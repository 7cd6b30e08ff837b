namespace PathPortal.Portal.Domain.Programs;

/// <summary>A path program of a part. Its content stands in revisions; the plant it belongs to is where revisions are uploaded.</summary>
public sealed class PathProgram
{
    public PathProgram(Guid plantId, Guid partId, string name, string process, Guid criteriaSheetId, Guid by, DateTimeOffset at)
    {
        Id = Guid.CreateVersion7(at);
        PlantId = plantId;
        PartId = partId;
        Name = name;
        Process = process;
        CriteriaSheetId = criteriaSheetId;
        CreatedBy = by;
        CreatedAt = at;
    }

    private PathProgram()
    {
    }

    public Guid Id { get; private set; }

    /// <summary>Whose authors upload revisions. Other plants assign the program to cells of theirs.</summary>
    public Guid PlantId { get; private set; }

    public Guid PartId { get; private set; }

    public string Name { get; private set; } = "";

    /// <summary>What the tool does, in a word or two: sealing, deburring…</summary>
    public string Process { get; private set; } = "";

    /// <summary>The sheet whose newest version new runs are judged by.</summary>
    public Guid CriteriaSheetId { get; private set; }

    public Guid CreatedBy { get; private set; }

    public DateTimeOffset CreatedAt { get; private set; }

    public DateTimeOffset? RetiredAt { get; private set; }

    /// <summary>Number of the newest revision; 0 before the first.</summary>
    public int LatestNumber { get; private set; }

    public uint Version { get; private set; }

    public Revision AddRevision(RevisionSource source, RevisionFacts facts, string note, Guid by, DateTimeOffset at) =>
        new(Id, ++LatestNumber, source, facts, note, by, at);

    public void Retire(DateTimeOffset at) => RetiredAt ??= at;
}
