namespace PathPortal.Portal.Domain.Programs;

/// <summary>A program on a cell. At most one of a pair is in force; a change of terms retires it and makes another.</summary>
public sealed class Assignment
{
    public Assignment(Guid programId, Guid cellId, StartTerms terms, Guid by, DateTimeOffset at)
    {
        Id = Guid.CreateVersion7(at);
        ProgramId = programId;
        CellId = cellId;
        ToolName = terms.ToolName;
        WorkFrameName = terms.WorkFrameName;
        StartJoints = terms.StartJoints;
        FreeTurn = terms.FreeTurn;
        CreatedBy = by;
        CreatedAt = at;
    }

    private Assignment()
    {
    }

    public Guid Id { get; private set; }

    public Guid ProgramId { get; private set; }

    public Guid CellId { get; private set; }

    public string ToolName { get; private set; } = "";

    public string WorkFrameName { get; private set; } = "";

    /// <summary>Joint values at the first point (rad or m); null: every posture is tried and the best one chosen.</summary>
    public double[]? StartJoints { get; private set; }

    /// <summary>Turn about the free tool axis at the first point (rad); null: a grid is tried.</summary>
    public double? FreeTurn { get; private set; }

    public Guid CreatedBy { get; private set; }

    public DateTimeOffset CreatedAt { get; private set; }

    public DateTimeOffset? RetiredAt { get; private set; }

    public uint Version { get; private set; }

    public StartTerms Terms => new(ToolName, WorkFrameName, StartJoints, FreeTurn);

    public void Retire(DateTimeOffset at) => RetiredAt ??= at;
}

----

Your assignment: Each line of the listing that includes the word "sealed" should be copied out.

Answer section:
public sealed class PathProgram
public sealed class Assignment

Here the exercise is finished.